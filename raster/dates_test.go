package raster

import (
	"path/filepath"
	"slices"
	"strings"
	"testing"

	"bandfold/tiles"
)

// TestParseDate: each form of date in metadata values, --dates items and
// file names (known by construction: the strings are written to carry
// these dates).
func TestParseDate(t *testing.T) {
	values := []struct{ in, want string }{
		{"2016-07-01", "2016-07-01"},               // ACQUISITION_DATE, DATE_ACQUIRED, --dates
		{"2016:07:01 10:20:30", "2016-07-01"},      // TIFFTAG_DATETIME
		{"2016-07-01T10:20:30.000Z", "2016-07-01"}, // ACQUISITIONDATETIME (IMAGERY)
		{"20160701", "2016-07-01"},                 // --dates
		{"2016", "2016"},                           // a year
		{"2016-02-30", ""}, {"", ""}, {"soon", ""}, {"1850", ""},
	}
	for _, tc := range values {
		d, ok := ParseDate(tc.in)
		if got := map[bool]string{true: d.Label}[ok]; got != tc.want {
			t.Errorf("ParseDate(%q) = %q, want %q", tc.in, got, tc.want)
		}
	}
	names := []struct{ in, want string }{
		{"scenes/vessel-2023-06-14.tif", "2023-06-14"},
		{"LC08_L1TP_195025_20130707_20170503_01_T1_B4.TIF", "2013-07-07"},
		{"/data/mosaic_2019_summer.tif", "2019"},
		{"s1.tif", ""}, {"tile_123456789.tif", ""}, {"x-2023-13-01.tif", "2023"},
	}
	for _, tc := range names {
		d, ok := DateFromName(tc.in)
		if got := map[bool]string{true: d.Label}[ok]; got != tc.want {
			t.Errorf("DateFromName(%q) = %q, want %q", tc.in, got, tc.want)
		}
	}
}

// TestSceneDateOrder: the acquisition metadata wins over the file name,
// which wins over TIFFTAG_DATETIME (the file's creation time in TIFF 6.0),
// and every other source that disagrees is named. The real Landsat files
// date from their MTL's DATE_ACQUIRED (2001-07-30 and 2013-07-07, the dates
// in the products' names and MTLs); the written files' dates are known by
// construction.
func TestSceneDateOrder(t *testing.T) {
	l7 := landsatFiles(t, l7Product, "3")[0]
	l8 := landsatFiles(t, l8Product, "5")[0]
	dir := t.TempDir()
	write := func(name string, md map[string]string) string {
		p := filepath.Join(dir, name)
		o, err := Create(p, Spec{Grid: Grid{Width: 2, Height: 2, GeoTransform: [6]float64{0, 1, 0, 2, 0, -1}}, Bands: 1, DataType: "Byte", Metadata: md})
		if err != nil {
			t.Fatal(err)
		}
		if err := o.Write(tiles.Tile{W: 2, H: 2}, make([]float64, 4)); err != nil {
			t.Fatal(err)
		}
		if err := o.Commit(); err != nil {
			t.Fatal(err)
		}
		return p
	}
	both := write("scene.tif", map[string]string{"ACQUISITION_DATE": "2019-06-15", "TIFFTAG_DATETIME": "2019:01:10 08:00:00"})
	named := write("scene-2018-05-01.tif", map[string]string{"TIFFTAG_DATETIME": "2019:01:10 08:00:00"})
	tagOnly := write("scene-x.tif", map[string]string{"TIFFTAG_DATETIME": "2019:01:10 08:00:00"})
	for _, tc := range []struct {
		path, want, source string
		disagree           []string
	}{
		{l7, "2001-07-30", "MTL:DATE_ACQUIRED", nil},
		{l8, "2013-07-07", "MTL:DATE_ACQUIRED", nil},
		{both, "2019-06-15", "ACQUISITION_DATE", []string{"TIFFTAG_DATETIME says 2019-01-10"}},
		{named, "2018-05-01", "file name", []string{"TIFFTAG_DATETIME says 2019-01-10"}},
		{tagOnly, "2019-01-10", "TIFFTAG_DATETIME", nil},
	} {
		d, disagree, err := SceneDate(tc.path)
		if err != nil {
			t.Fatal(err)
		}
		if d.Label != tc.want || d.Source != tc.source || !slices.Equal(disagree, tc.disagree) {
			t.Errorf("%s: %s from %s (disagreeing %q), want %s from %s (%q)", filepath.Base(tc.path), d.Label, d.Source, disagree, tc.want, tc.source, tc.disagree)
		}
	}
	if _, _, err := SceneDate(write("plain.tif", nil)); err == nil || !strings.Contains(err.Error(), "plain.tif") {
		t.Errorf("undated scene: %v", err)
	}
}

○ ○ ○ ○ ○

## Work request
Across the data above, count the lines that include the word "func", and respond with the number alone.

## Written answer
3